- North Fork Location within the state of Arizona North Fork North Fork (the United States)
- Coordinates: 33°59′47″N 109°57′33″W﻿ / ﻿33.99639°N 109.95917°W
- Country: United States
- State: Arizona
- County: Navajo

Area
- • Total: 61.62 sq mi (159.60 km^{2})
- • Land: 61.61 sq mi (159.57 km^{2})
- • Water: 0.012 sq mi (0.03 km^{2})
- Elevation: 6,769 ft (2,063 m)

Population (2020)
- • Total: 1,467
- • Density: 23.8/sq mi (9.19/km^{2})
- Time zone: UTC-7 (MST)
- Area code: 928
- FIPS code: 04-50000
- GNIS feature ID: 2582832

= North Fork, Arizona =

North Fork is a census-designated place (CDP) in Navajo County, Arizona, United States, on the Fort Apache Indian Reservation. The population was 1,417 at the 2010 census.

==Geography==
The CDP has a total area of 61.62 sqmi, 61.61 sqmi land and 0.01 sqmi water.

==Demographics==

Historical population
| Census | Pop. | Note | %± |
| 2020 | 1,467 |  | — |
U.S. Decennial Census

===2020 census===
As of the 2020 census, North Fork had a population of 1,467. The median age was 32.0 years. 30.2% of residents were under the age of 18 and 9.3% of residents were 65 years of age or older. For every 100 females there were 87.6 males, and for every 100 females age 18 and over there were 91.0 males age 18 and over.

0.0% of residents lived in urban areas, while 100.0% lived in rural areas.

There were 392 households in North Fork, of which 48.2% had children under the age of 18 living in them. Of all households, 38.3% were married-couple households, 24.7% were households with a male householder and no spouse or partner present, and 27.0% were households with a female householder and no spouse or partner present. About 16.3% of all households were made up of individuals and 2.9% had someone living alone who was 65 years of age or older.

There were 422 housing units, of which 7.1% were vacant. The homeowner vacancy rate was 0.0% and the rental vacancy rate was 2.2%.

Racial composition as of the 2020 census
| Race | Number | Percent |
|---|---|---|
| White | 58 | 4.0% |
| Black or African American | 0 | 0.0% |
| American Indian and Alaska Native | 1,372 | 93.5% |
| Asian | 1 | 0.1% |
| Native Hawaiian and Other Pacific Islander | 0 | 0.0% |
| Some other race | 4 | 0.3% |
| Two or more races | 32 | 2.2% |
| Hispanic or Latino (of any race) | 10 | 0.7% |

===2010 census===
As of the 2010 census, there were 1,417 people living in the CDP: 712 male and 705 female. 548 were 19 years old or younger, 289 were ages 20–34, 280 were between the ages of 35 and 49, 226 were between 50 and 64, and the remaining 74 were aged 65 and above. The median age was 27.2 years.

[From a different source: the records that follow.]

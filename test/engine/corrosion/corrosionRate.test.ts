/**
 * Corrosion rates by ASTM G102 (constants, equations and Table 1 entries from memory):
 * CR = K1·i·EW/ρ (mm/y), MR = K2·i·EW (g/(m²·d)), EW = 1/Σ(nᵢfᵢ/Wᵢ).
 */
import {
  corrosionRateMmY,
  massLossRateGm2d,
  equivalentWeightOfComposition,
  corrodingMetal,
} from '../../../src/engine';
import { engineErrorOf } from '../../support';

const K1 = 3.27e-3; // ASTM G102, mm·g/(µA·cm·y) (from memory)
const K2 = 8.954e-3; // ASTM G102, g·cm²/(µA·m²·d) (from memory)

describe('CORRATE and MASSLOSS', () => {
  test('iron at 1 µA/cm²: 3.27e-3·27.92/7.87 = 0.0116 mm/y (derived)', () => {
    // EW(Fe) = 55.845/2 (CIAAW 2021, valence 2); ρ 7.87 g/cm³ (CRC Handbook, from memory)
    expect(corrosionRateMmY('Fe', 1)).toBeCloseTo((K1 * (55.845 / 2)) / 7.87, 12);
    expect(corrosionRateMmY('iron', 1)).toBeCloseTo(0.0116, 4);
    expect(massLossRateGm2d('Fe', 1)).toBeCloseTo(K2 * (55.845 / 2), 12);
  });

  test.each([
    // ASTM G102 Table 1 (from memory): UNS, EW, density
    ['304', 25.12, 7.94],
    ['S31600', 25.5, 8.0],
    ['carbon steel', 27.92, 7.86],
  ])('%s against ASTM G102 Table 1: EW %p, ρ %p', (name, ew, rho) => {
    expect(corrosionRateMmY(name, 10)).toBeCloseTo((K1 * 10 * ew) / rho, 12);
    expect(massLossRateGm2d(name, 10)).toBeCloseTo(K2 * 10 * ew, 12);
  });

  test('the G102 method reproduces the tabulated EW of 304 and 316 from their compositions', () => {
    // 304: Cr 19, Ni 9.25, Mn 1, Fe bal.; valences Cr 3, Ni 2, Mn 2, Fe 2 → 25.12 (G102 Table 1)
    expect(equivalentWeightOfComposition({ Fe: 70.75, Cr: 19, Ni: 9.25, Mn: 1 })).toBeCloseTo(25.12, 1);
    // 316: Cr 17, Ni 12, Mo 2.5 (valence 3), Mn 1, Fe bal. → 25.50 (G102 Table 1)
    expect(equivalentWeightOfComposition({ Fe: 67.5, Cr: 17, Ni: 12, Mo: 2.5, Mn: 1 })).toBeCloseTo(25.5, 1);
  });

  test('a composition in mass % gives EW = 1/Σ(nf/W) (derived)', () => {
    // 90/10 Cu-Ni: 2·0.886/63.546 + 2·0.10/58.693 + 2·0.014/55.845
    const ew = 1 / ((2 * 0.886) / 63.546 + (2 * 0.1) / 58.693 + (2 * 0.014) / 55.845);
    expect(corrodingMetal('Cu 88.6, Ni 10, Fe 1.4').equivalentWeight).toBeCloseTo(ew, 10);
    expect(corrodingMetal('C70600').equivalentWeight).toBeCloseTo(ew, 10);
    expect(corrosionRateMmY('Cu 88.6, Ni 10, Fe 1.4', 1, 8.94)).toBeCloseTo((K1 * ew) / 8.94, 12);
  });

  test('density and equivalent weight override the metal; both make the name optional', () => {
    expect(corrosionRateMmY('Fe', 1, 7.0)).toBeCloseTo((K1 * (55.845 / 2)) / 7.0, 12);
    expect(corrosionRateMmY('', 2, 7.9, 28)).toBeCloseTo((K1 * 2 * 28) / 7.9, 12);
    expect(massLossRateGm2d(null, 2, null, 28)).toBeCloseTo(K2 * 2 * 28, 12);
    // a given equivalent weight is used as given: the metal's name is not looked up
    expect(massLossRateGm2d('unobtainium', 2, null, 28)).toBeCloseTo(K2 * 2 * 28, 12);
    expect(corrosionRateMmY('Zn', 0)).toBe(0);
  });

  test.each([
    [() => corrosionRateMmY('unobtainium', 1), 'notFound', /is not a metal or alloy this function knows/],
    [() => corrosionRateMmY('Fe', -1), 'argument', /current_density_uA_cm2 must not be negative/],
    [() => corrosionRateMmY('Fe', 1, 0), 'argument', /density_g_cm3 must be greater than 0/],
    [() => corrosionRateMmY('Fe', 1, null, -3), 'argument', /equivalent_weight must be greater than 0/],
    [() => corrosionRateMmY('', 1), 'argument', /metal_or_alloy is empty/],
    [() => corrosionRateMmY('Pd', 1), 'notFound', /No valence is listed for Pd/],
    [() => corrosionRateMmY('Cu 50, Ni 10', 1, 8.9), 'argument', /adds up to 60/],
    [() => corrosionRateMmY('Cu 90, Pd 10', 1, 8.9), 'argument', /No valence is listed for Pd/],
    [() => massLossRateGm2d('Fe', NaN), 'argument', /must be a finite number/],
    [() => massLossRateGm2d('', 1), 'argument', /metal_or_alloy is empty/],
    // the mass-loss rate needs only the equivalent weight; the corrosion rate needs both
    [() => massLossRateGm2d(null, 1, 7.9), 'argument', /or give equivalent_weight\.$/],
    [
      () => corrosionRateMmY(null, 1, null, 28),
      'argument',
      /give both density_g_cm3 and equivalent_weight\.$/,
    ],
    [() => massLossRateGm2d('Fe', -1, null, 28), 'argument', /current_density_uA_cm2 must not be negative/],
    [() => massLossRateGm2d('Fe', 1, -7.9), 'argument', /density_g_cm3 must be greater than 0/],
  ])('bad input %#', (f, kind, message) => {
    const e = engineErrorOf(f);
    expect(e.kind).toBe(kind);
    expect(e.message).toMatch(message);
  });

  test('a composition element with no density needs density_g_cm3', () => {
    const e = engineErrorOf(() => corrosionRateMmY('Cu 90, Ni 10', 1));
    expect(e.message).toMatch(/give density_g_cm3/);
  });
});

The racial makeup of the CDP was 93.6% American Indian, 5.3% White, 0.4% Asian, 0.1% Black or African American, 0.1% Other, and 0.6% two or more races. 2.1% of the population were Hispanic or Latino of any race.

There were 364 households in the CDP, 310 family households (85.2%) and 54 non-family households (14.8%), with an average household size of 3.89. Of the family households, 179 were married couples living together, while there were 34 single fathers and 97 single mothers; the non-family households included 45 adults living alone: 17 male and 28 female.

The CDP contained 396 housing units, of which 364 were occupied and 32 were vacant.